About this exercise:
Please find every line below that includes "width" and report how many there are. Nothing else is needed.

Available data:
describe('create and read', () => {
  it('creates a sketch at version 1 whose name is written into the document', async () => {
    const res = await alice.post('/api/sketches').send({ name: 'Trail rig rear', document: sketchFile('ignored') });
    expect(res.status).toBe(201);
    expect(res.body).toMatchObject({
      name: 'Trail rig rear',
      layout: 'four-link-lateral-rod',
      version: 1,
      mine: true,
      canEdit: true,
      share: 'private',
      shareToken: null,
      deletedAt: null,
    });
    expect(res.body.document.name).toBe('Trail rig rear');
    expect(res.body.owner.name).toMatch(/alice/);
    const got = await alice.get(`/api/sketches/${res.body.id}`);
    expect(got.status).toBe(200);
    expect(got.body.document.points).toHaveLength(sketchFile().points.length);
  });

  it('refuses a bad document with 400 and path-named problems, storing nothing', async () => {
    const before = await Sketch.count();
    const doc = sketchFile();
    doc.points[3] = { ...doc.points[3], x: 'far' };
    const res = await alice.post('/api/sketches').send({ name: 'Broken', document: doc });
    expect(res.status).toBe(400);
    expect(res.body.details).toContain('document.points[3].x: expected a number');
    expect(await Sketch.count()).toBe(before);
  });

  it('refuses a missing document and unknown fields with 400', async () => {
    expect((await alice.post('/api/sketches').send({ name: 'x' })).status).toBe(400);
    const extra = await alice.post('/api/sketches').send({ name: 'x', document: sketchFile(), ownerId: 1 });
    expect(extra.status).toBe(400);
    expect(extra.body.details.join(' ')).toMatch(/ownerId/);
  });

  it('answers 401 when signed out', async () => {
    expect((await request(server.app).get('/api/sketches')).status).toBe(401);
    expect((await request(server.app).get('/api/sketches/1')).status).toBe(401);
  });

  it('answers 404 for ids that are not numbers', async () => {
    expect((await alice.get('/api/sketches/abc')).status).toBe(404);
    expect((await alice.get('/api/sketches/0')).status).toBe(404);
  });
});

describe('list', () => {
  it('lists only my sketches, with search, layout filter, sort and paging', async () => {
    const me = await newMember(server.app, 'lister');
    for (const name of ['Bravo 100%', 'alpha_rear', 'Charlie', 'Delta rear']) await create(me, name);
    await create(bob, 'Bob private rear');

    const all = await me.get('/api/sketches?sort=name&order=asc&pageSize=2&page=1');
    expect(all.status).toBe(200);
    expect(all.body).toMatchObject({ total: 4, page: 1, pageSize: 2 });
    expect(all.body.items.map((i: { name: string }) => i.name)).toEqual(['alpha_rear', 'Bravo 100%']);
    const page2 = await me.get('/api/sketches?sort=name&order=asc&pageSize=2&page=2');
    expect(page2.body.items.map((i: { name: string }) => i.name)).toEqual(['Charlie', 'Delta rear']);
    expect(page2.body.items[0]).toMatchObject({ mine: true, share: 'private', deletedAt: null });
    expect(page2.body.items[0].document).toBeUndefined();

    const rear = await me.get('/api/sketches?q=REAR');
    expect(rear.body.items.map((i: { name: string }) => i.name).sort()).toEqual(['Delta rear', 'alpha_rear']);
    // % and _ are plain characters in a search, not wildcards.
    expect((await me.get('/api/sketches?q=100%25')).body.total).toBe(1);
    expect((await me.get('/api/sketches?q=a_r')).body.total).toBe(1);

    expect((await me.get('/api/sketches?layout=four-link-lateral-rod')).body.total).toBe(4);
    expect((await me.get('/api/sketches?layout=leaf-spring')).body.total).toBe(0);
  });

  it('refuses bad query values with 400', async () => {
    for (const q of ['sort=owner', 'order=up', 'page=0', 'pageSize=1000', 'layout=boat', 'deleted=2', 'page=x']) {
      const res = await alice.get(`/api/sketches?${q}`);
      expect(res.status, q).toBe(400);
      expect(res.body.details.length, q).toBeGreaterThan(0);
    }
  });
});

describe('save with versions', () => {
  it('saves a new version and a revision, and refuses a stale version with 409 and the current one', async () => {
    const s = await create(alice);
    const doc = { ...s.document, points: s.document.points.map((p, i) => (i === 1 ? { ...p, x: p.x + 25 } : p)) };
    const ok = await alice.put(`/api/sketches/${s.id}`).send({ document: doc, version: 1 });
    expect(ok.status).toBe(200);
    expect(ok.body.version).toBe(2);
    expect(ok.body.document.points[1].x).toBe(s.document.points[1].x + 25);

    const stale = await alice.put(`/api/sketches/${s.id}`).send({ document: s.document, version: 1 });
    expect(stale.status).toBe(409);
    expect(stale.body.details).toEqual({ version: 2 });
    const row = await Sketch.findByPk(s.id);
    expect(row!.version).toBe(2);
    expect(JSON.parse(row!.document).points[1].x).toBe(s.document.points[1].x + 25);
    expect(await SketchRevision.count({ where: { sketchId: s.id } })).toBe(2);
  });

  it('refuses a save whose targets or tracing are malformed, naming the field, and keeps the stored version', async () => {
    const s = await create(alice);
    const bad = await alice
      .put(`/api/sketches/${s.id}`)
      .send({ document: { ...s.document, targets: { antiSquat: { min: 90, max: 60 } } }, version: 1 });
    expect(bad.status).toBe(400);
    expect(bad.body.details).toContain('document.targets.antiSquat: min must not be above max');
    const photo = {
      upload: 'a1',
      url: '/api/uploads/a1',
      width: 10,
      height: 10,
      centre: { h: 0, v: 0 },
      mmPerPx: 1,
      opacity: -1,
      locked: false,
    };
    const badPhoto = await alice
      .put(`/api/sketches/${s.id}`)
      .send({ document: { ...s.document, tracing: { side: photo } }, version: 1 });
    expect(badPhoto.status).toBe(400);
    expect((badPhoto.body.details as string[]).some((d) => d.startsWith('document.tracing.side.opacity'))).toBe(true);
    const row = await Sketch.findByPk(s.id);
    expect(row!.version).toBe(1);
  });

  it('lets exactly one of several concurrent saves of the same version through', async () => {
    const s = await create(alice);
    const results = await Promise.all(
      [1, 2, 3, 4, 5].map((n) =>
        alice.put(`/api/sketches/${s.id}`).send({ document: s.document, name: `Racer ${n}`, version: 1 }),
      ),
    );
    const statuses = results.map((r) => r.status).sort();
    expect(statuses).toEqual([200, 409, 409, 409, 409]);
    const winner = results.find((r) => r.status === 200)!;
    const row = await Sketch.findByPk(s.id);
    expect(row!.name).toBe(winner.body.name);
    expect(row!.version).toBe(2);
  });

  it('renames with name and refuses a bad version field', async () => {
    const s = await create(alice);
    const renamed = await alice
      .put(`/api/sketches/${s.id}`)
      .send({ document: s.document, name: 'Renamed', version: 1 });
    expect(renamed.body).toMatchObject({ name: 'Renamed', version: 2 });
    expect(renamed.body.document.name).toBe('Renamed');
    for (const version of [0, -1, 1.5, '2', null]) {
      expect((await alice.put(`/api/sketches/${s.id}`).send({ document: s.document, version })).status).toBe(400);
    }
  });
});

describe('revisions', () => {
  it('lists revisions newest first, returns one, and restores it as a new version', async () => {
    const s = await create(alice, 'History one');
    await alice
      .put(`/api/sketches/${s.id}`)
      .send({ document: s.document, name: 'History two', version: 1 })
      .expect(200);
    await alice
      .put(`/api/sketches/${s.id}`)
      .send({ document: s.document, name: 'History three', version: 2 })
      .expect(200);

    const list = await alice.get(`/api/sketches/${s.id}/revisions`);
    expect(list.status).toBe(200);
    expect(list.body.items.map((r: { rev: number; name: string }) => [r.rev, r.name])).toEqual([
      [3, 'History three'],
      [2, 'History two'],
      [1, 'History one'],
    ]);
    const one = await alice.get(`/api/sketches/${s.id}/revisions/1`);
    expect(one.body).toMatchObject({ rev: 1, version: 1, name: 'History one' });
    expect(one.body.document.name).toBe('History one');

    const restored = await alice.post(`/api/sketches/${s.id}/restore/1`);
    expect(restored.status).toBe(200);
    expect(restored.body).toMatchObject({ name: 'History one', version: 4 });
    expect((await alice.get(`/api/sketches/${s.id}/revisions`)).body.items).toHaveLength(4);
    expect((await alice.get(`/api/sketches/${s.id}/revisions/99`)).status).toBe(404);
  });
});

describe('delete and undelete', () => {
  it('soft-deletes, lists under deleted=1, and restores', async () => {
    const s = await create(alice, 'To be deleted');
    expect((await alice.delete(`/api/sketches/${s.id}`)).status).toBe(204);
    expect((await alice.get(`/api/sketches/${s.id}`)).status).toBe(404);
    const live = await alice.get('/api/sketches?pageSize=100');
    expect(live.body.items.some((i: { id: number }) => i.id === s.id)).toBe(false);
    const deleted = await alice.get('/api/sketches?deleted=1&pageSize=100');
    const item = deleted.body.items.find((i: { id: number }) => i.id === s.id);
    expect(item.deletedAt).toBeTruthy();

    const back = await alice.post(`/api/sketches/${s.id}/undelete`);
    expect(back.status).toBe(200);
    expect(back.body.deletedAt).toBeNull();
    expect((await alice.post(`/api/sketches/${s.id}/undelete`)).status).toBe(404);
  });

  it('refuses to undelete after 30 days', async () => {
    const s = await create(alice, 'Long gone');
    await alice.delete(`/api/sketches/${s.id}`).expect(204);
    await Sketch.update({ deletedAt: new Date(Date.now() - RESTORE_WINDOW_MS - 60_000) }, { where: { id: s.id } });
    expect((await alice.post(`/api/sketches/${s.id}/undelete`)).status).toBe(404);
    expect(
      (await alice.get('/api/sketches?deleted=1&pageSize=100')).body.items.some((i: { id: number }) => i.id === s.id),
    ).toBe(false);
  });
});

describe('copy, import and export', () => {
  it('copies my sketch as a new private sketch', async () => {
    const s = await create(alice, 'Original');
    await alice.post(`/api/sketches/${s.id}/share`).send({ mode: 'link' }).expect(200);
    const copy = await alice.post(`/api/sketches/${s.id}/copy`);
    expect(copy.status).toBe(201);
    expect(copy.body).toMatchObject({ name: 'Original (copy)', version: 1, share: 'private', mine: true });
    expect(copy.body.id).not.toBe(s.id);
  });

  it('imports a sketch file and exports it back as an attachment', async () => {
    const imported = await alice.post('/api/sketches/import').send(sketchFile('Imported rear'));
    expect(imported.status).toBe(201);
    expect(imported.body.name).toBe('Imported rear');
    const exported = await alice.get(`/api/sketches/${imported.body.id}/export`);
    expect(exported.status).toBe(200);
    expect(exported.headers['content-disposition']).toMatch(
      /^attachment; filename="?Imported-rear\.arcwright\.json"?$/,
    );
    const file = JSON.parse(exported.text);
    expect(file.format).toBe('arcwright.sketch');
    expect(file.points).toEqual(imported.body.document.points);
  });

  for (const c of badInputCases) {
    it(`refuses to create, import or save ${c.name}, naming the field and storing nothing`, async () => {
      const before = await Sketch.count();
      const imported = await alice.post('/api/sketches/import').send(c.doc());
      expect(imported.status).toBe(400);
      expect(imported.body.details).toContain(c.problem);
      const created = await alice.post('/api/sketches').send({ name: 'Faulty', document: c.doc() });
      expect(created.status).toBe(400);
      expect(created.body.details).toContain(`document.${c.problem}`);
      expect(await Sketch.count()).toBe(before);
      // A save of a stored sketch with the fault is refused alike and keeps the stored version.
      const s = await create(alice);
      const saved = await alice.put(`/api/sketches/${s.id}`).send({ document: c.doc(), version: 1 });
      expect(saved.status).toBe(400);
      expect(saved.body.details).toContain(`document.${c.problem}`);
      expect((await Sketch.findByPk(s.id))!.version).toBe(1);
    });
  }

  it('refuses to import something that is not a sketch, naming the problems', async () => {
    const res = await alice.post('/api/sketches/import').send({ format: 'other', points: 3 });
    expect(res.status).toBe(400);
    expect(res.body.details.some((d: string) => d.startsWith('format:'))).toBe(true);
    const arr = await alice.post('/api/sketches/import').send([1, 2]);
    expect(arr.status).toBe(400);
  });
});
---
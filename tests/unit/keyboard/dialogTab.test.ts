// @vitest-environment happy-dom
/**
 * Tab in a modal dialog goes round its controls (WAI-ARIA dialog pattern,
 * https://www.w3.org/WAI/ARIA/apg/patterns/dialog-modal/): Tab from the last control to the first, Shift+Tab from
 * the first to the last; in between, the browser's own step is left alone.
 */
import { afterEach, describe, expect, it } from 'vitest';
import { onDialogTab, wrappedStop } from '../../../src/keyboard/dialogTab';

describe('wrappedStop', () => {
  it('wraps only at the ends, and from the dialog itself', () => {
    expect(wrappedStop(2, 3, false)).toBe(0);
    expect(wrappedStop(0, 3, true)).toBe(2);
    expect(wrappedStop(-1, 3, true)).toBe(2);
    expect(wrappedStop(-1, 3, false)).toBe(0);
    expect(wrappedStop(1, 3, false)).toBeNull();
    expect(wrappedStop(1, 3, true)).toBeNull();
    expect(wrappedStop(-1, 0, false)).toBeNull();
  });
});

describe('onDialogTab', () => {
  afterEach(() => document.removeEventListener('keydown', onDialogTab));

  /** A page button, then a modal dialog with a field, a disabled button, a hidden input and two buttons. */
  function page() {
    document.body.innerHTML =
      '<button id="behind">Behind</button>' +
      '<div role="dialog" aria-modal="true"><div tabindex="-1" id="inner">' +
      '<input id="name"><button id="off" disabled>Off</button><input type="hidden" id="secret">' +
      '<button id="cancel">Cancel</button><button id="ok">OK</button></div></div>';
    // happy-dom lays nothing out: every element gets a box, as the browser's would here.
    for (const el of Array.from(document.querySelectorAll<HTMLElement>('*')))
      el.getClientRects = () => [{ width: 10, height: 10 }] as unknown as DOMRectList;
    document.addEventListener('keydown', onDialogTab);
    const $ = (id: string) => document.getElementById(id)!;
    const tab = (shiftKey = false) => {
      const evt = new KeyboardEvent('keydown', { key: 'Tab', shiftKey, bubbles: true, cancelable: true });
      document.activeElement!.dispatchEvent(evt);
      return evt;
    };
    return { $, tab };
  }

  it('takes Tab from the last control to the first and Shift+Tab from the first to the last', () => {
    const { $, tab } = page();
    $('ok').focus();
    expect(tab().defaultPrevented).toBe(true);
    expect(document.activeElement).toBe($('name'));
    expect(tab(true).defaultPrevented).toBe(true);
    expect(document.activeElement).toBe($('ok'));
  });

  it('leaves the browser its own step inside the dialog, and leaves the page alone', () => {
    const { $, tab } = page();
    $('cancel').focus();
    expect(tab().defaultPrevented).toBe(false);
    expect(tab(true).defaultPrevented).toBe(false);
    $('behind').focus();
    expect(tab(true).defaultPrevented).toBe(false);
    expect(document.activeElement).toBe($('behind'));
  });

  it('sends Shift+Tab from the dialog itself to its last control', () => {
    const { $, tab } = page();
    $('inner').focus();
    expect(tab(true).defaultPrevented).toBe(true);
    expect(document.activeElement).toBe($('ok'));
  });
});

Solved problem:
2